(Exercise requirements): For each line of the data below that contains "result", return that line.

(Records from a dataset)
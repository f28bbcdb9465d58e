#!/usr/bin/python3
"""Inputs that are wrong: each is refused with a status and one sentence that names the file, the fault and what mends it."""
import pathlib
import unittest

import numpy as np
from osgeo import gdal
from pyproj import Geod, Transformer

from support import BOOK, CommandTest, hills, table, write_points

WORDS = ["--cover", "cover.tif", "--book", "book.csv", "--rain", "90 mm"]


class Elevations(CommandTest):
    def setUp(self):
        super().setUp()
        self.cover()
        self.book()

    def refused_dem(self, name, *parts, status=1, words=()):
        return self.refused(status, "run", "--elevation", name, *WORDS, *words, says=(name, *parts))

    def test_a_file_that_is_not_there(self):
        self.refused_dem("missing.tif", "does not exist")

    def test_a_folder(self):
        (self.folder / "tiles").mkdir()
        self.refused_dem("tiles", "is a folder")

    def test_a_text_under_a_rasters_name(self):
        (self.folder / "dem.tif").write_text("These are not the elevations you are looking for.\n")
        self.refused_dem("dem.tif", "it is a text")

    def test_an_empty_file(self):
        (self.folder / "dem.tif").touch()
        self.refused_dem("dem.tif", "0 bytes")

    def test_a_file_that_was_cut_short(self):
        path = self.ground(values=hills(400, 500), options=["COMPRESS=DEFLATE", "TILED=YES"])
        content = path.read_bytes()
        path.write_bytes(content[:len(content) // 2])
        self.refused_dem("dem.tif", "cut short")

    def test_nothing_but_void(self):
        self.ground(values=np.full((40, 50), -9999.0), nodata=-9999.0)
        self.refused_dem("dem.tif", "every cell is void")

    def test_no_reference_system(self):
        self.ground(epsg=None)
        self.refused_dem("dem.tif", "no reference system", "gdal_edit.py -a_srs EPSG:nnnnn dem.tif")

    def test_a_rotated_grid(self):
        self.ground(transform=(500_000.0, 2.0, 0.3, 5_400_000.0, 0.3, -2.0))
        self.refused_dem("dem.tif", "rotated", "gdalwarp")

    def test_web_mercator_gives_lengths_areas_and_times_of_the_ground(self):
        """A plane falling by columns of the map, beside the same numbers on a plane grid with cells of the true size (pyproj)."""
        plane = 200 - 0.1 * np.add.outer(np.arange(40.0), 0.03 * np.arange(50.0))
        self.book()
        geodesic = Geod(ellps="WGS84")
        for latitude in (12.0, 47.3, 63.0):
            _, y = Transformer.from_crs(4326, 3857, always_xy=True).transform(9.0, latitude)
            corner = (1_000_000.0, round(y / 2) * 2.0)
            self.ground(values=plane, epsg=3857, corner=corner)
            self.cover(epsg=3857, corner=corner)
            self.done("run", "--elevation", "dem.tif", *WORDS, "--replace")
            web = self.result()
            self.assertIn("web-mercator", {notice["notice"] for notice in web["notices"]})
            to_degrees = Transformer.from_crs(3857, 4326, always_xy=True)
            west, south = to_degrees.transform(corner[0] + 50, corner[1] - 42)
            east, north = to_degrees.transform(corner[0] + 52, corner[1] - 40)
            sides = (geodesic.inv(west, (north + south) / 2, east, (north + south) / 2)[2], geodesic.inv(west, south, west, north)[2])
            self.ground(values=plane, cell=sides)
            self.cover(cell=sides)
            self.done("run", "--elevation", "dem.tif", *WORDS, "--replace")
            ground = self.result()
            for of_web, of_ground in zip(web["outlets"], ground["outlets"]):
                for key in ("area_m2", "time_of_concentration_s"):
                    self.assertAlmostEqual(of_web[key] / of_ground[key], 1, delta=2e-4, msg=(latitude, key))
                for path in ("governing_path", "longest_path"):
                    self.assertAlmostEqual(of_web[path]["length_m"] / of_ground[path]["length_m"], 1, delta=2e-5)

    def test_several_bands(self):
        self.ground(values=np.stack([hills(), hills(seed=4)]))
        self.refused_dem("dem.tif", "several bands", "band = 1")

    def test_a_grid_in_feet_that_does_not_say_how_high_is_measured(self):
        self.ground(epsg=2277, corner=(3_100_000.0, 10_100_000.0), unit=None)
        self.refused_dem("dem.tif", "does not say in what unit", 'elevation_unit = "ft"')

    def test_units_that_contradict_each_other(self):
        self.ground(unit="m")
        (self.folder / "study.toml").write_text(
            '[terrain]\nelevation = "dem.tif"\nelevation_unit = "ft"\n[surface]\ncover = "cover.tif"\nbook = "book.csv"\n'
            '[rain]\ntwo_year_24_hour = "90 mm"\n')
        self.refused(1, "run", "study.toml", says=("dem.tif", "contradictory", "foot", "metre"))

    def test_a_picture_with_a_palette(self):
        path = self.ground(values=np.ones((40, 50), np.uint8), kind=gdal.GDT_Byte, unit=None)
        file = gdal.Open(str(path), gdal.GA_Update)
        colours = gdal.ColorTable()
        colours.SetColorEntry(1, (200, 100, 0))
        file.GetRasterBand(1).SetColorTable(colours)
        file = None
        self.refused_dem("dem.tif", "palette")

    def test_a_mosaic_that_lacks_a_tile(self):
        self.ground("left.tif")
        self.ground("right.tif", corner=(500_100.0, 5_400_000.0))
        gdal.BuildVRT(str(self.folder / "all.vrt"), [str(self.folder / "left.tif"), str(self.folder / "right.tif")]).FlushCache()
        self.done("run", "--elevation", "all.vrt", *WORDS, "--fallback-class", "1", "--out", "whole")
        (self.folder / "right.tif").unlink()
        self.refused_dem("all.vrt", "right.tif", words=["--fallback-class", "1"])

    def test_relief_that_cannot_be_brings_a_notice_that_names_units_first(self):
        self.ground(values=hills() * 1000.0)
        run = self.rillclock("run", "--elevation", "dem.tif", *WORDS)
        self.assertEqual(run.returncode, 0, run.stderr)
        first = next(line for line in run.stderr.splitlines() if line.startswith("notice: "))
        self.assertIn("check the vertical unit first", first)
        self.assertIn("Check this first. The ground falls", run.stdout)
        notices = self.result()["notices"]
        self.assertEqual(notices[0]["notice"], "relief-cannot-be")
        self.assertEqual(notices[0]["threshold"], 20)


class Cover(CommandTest):
    def setUp(self):
        super().setUp()
        self.ground()
        self.book()

    def refused_cover(self, *parts):
        return self.refused(1, "run", "--elevation", "dem.tif", *WORDS, says=parts)

    def test_cover_of_another_place(self):
        self.cover(corner=(700_000.0, 5_400_000.0))
        self.refused_cover("cover.tif", "does not overlap")

    def test_unknown_classes_are_listed_with_their_counts_and_accepted_with_a_fallback(self):
        codes = np.ones((40, 50), np.uint8)
        codes[:3, :4], codes[10, 10], codes[30:, 40:] = 77, 250, 0
        self.cover(values=codes, nodata=0)
        sentence = self.refused_cover("cover.tif", "class 77 (12 cells)", "class 250 (1 cell)", "no cover at all (100 cells)",
                                      "--fallback-class")
        self.assertIn("fallback_class = ", sentence)
        self.done("run", "--elevation", "dem.tif", *WORDS, "--fallback-class", "2")
        notice = next(n for n in self.result()["notices"] if n["notice"] == "cover-unknown")
        self.assertIn("class 77 (12 cells)", notice["text"])

    def test_a_fallback_must_be_in_the_book(self):
        self.cover()
        self.refused(1, "run", "--elevation", "dem.tif", *WORDS, "--fallback-class", "99", says=("99", "book.csv"))
        self.refused(1, "run", "--elevation", "dem.tif", *WORDS, "--fallback-class", "grass", says=("grass",))

    def test_rows_of_a_book_that_are_wrong(self):
        self.cover()
        good = BOOK.splitlines()
        for row, parts in (("5,Bare,-0.1,nearly bare,,test", ("line 6", "n_typical")),
                           ("5,Bare,,nearly bare,,test", ("line 6", "n_typical")),
                           ("five,Bare,0.1,nearly bare,,test", ("line 6", "code", "five")),
                           ("1,Bare,0.1,nearly bare,,test", ("1",)),
                           ("5,Bare,0.1,neary bare,,test", ("line 6", "did you mean nearly bare?")),
                           ("5,Bare,0.1,nearly bare,,", ("line 6", "source")),
                           ("5,Bare,0.1", ("line 6",))):
            self.book("\n".join([*good, row]) + "\n")
            self.refused(1, "run", "--elevation", "dem.tif", *WORDS, says=("book.csv", *parts))

    def test_a_book_that_is_not_there(self):
        self.cover()
        (self.folder / "book.csv").unlink()
        self.refused_cover("book.csv")
        self.refused(1, "run", "--elevation", "dem.tif", "--cover", "cover.tif", "--book", "NLCD2", "--rain", "90 mm", says=("NLCD2",))


class Points(CommandTest):
    def setUp(self):
        super().setUp()
        ground = hills()
        ground[16:27, 0:12] = -9999.0
        self.words = self.small_study()
        self.ground(values=ground, nodata=-9999.0)

    def run_points(self, points):
        write_points(self.folder / "points.geojson", points)
        return self.rillclock("run", *self.words, "--points", "points.geojson")

    def at(self, row, column):
        return 500_000 + 2 * column + 1, 5_400_000 - 2 * row - 1

    def test_points_that_cannot_be_used_are_told_one_by_one(self):
        run = self.run_points([("good", self.at(30, 25)), ("twin", self.at(30, 25)), ("hole", self.at(21, 5)), ("far", (600_000, 5_400_000))])
        self.assertEqual(run.returncode, 0, run.stderr)
        self.assertEqual([outlet["name"] for outlet in self.result()["outlets"]], ["good"])
        told = {row["point"]: (row["notice"], row["text"]) for row in table(self.folder / "result/tables/review.csv")
                if row["notice"].startswith("point-o")}
        self.assertEqual({name: code for name, (code, _) in told.items()},
                         {"twin": "point-on-taken-cell", "hole": "point-on-void", "far": "point-off-data"})
        self.assertIn("'good'", told["twin"][1])

    def test_no_point_that_can_be_used_is_an_error(self):
        run = self.run_points([("hole", self.at(21, 5)), ("far", (600_000, 5_400_000))])
        self.assertEqual(run.returncode, 1)
        self.assertIn("no design point lies on the data", run.stderr)

    def test_one_name_for_two_points_is_an_error(self):
        run = self.run_points([("inlet", self.at(30, 25)), ("inlet", self.at(10, 25))])
        self.assertEqual(run.returncode, 1)
        self.assertIn('"inlet" (2 times)', run.stderr)

    def test_a_file_of_points_that_is_not_there(self):
        self.refused(1, "run", *self.words, "--points", "points.gpkg", says=("points.gpkg", "does not exist"))


class Studies(CommandTest):
    SMALLEST = ('[terrain]\nelevation = "dem.tif"\n[surface]\ncover = "cover.tif"\nbook = "book.csv"\n'
                '[rain]\ntwo_year_24_hour = "90 mm"\n')

    def setUp(self):
        super().setUp()
        self.small_study()

    def refused_study(self, text, *parts):
        (self.folder / "study.toml").write_text(text)
        self.refused(1, "run", "study.toml", says=("study.toml", *parts))

    def test_the_smallest_study_runs(self):
        (self.folder / "study.toml").write_text(self.SMALLEST)
        self.done("run", "study.toml")

    def test_a_study_that_is_not_there(self):
        self.refused(1, "run", "missing.toml", says=("missing.toml",))

    def test_no_rain(self):
        self.refused(1, "run", "--elevation", "dem.tif", "--cover", "cover.tif", "--book", "book.csv", says=("rain", "3.6 in"))
        self.refused_study(self.SMALLEST.replace('two_year_24_hour = "90 mm"\n', ""), "rain", "3.6 in")

    def test_rain_without_a_unit(self):
        self.refused(1, "run", "--elevation", "dem.tif", "--cover", "cover.tif", "--book", "book.csv", "--rain", "90",
                     says=("--rain", "90", "3.6 in"))

    def test_rain_in_a_unit_of_something_else(self):
        self.refused(1, "run", "--elevation", "dem.tif", "--cover", "cover.tif", "--book", "book.csv", "--rain", "90 ha",
                     says=("--rain", "90 ha"))

    def test_an_unknown_key_is_told_with_its_place_and_the_nearest_right_one(self):
        self.refused_study(self.SMALLEST.replace("cover =", "covr ="), "line 4", "surface.covr", "surface.cover")
        self.refused_study(self.SMALLEST + "[timing]\nslope_window = \"20 m\"\n", "line 9", "terrain.slope_window")

    def test_a_key_of_another_version_is_not_passed_over(self):
        self.refused_study(self.SMALLEST.replace("[rain]\n", "[rain]\ntable = \"r.csv\"\n"), "rain.table", "remove it")

    def test_a_text_that_is_no_toml(self):
        self.refused_study("[terrain]\nelevation = dem.tif\n", "line 2")

    def test_check_finds_all_that_is_wrong_at_once(self):
        self.ground(epsg=None)
        (self.folder / "study.toml").write_text(self.SMALLEST.replace("book.csv", "missing.csv"))
        run = self.rillclock("check", "study.toml")
        self.assertEqual(run.returncode, 1)
        problems = [line for line in run.stderr.splitlines() if line.startswith("would stop the run: ")]
        self.assertEqual(len(problems), 2, run.stderr)
        self.assertIn("no reference system", problems[0])
        self.assertIn("missing.csv", problems[1])

    def test_check_writes_nothing(self):
        (self.folder / "study.toml").write_text(self.SMALLEST)
        before = sorted(pathlib.Path(self.folder).iterdir())
        said = self.done("check", "study.toml")
        self.assertIn("cost: about", said)
        self.assertIn("Nothing was found that would stop the run.", said)
        self.assertEqual(sorted(pathlib.Path(self.folder).iterdir()), before)


if __name__ == "__main__":
    unittest.main()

(Task output):
            web = self.result()
            ground = self.result()
        notices = self.result()["notices"]
        notice = next(n for n in self.result()["notices"] if n["notice"] == "cover-unknown")
        self.assertEqual([outlet["name"] for outlet in self.result()["outlets"]], ["good"])
        told = {row["point"]: (row["notice"], row["text"]) for row in table(self.folder / "result/tables/review.csv")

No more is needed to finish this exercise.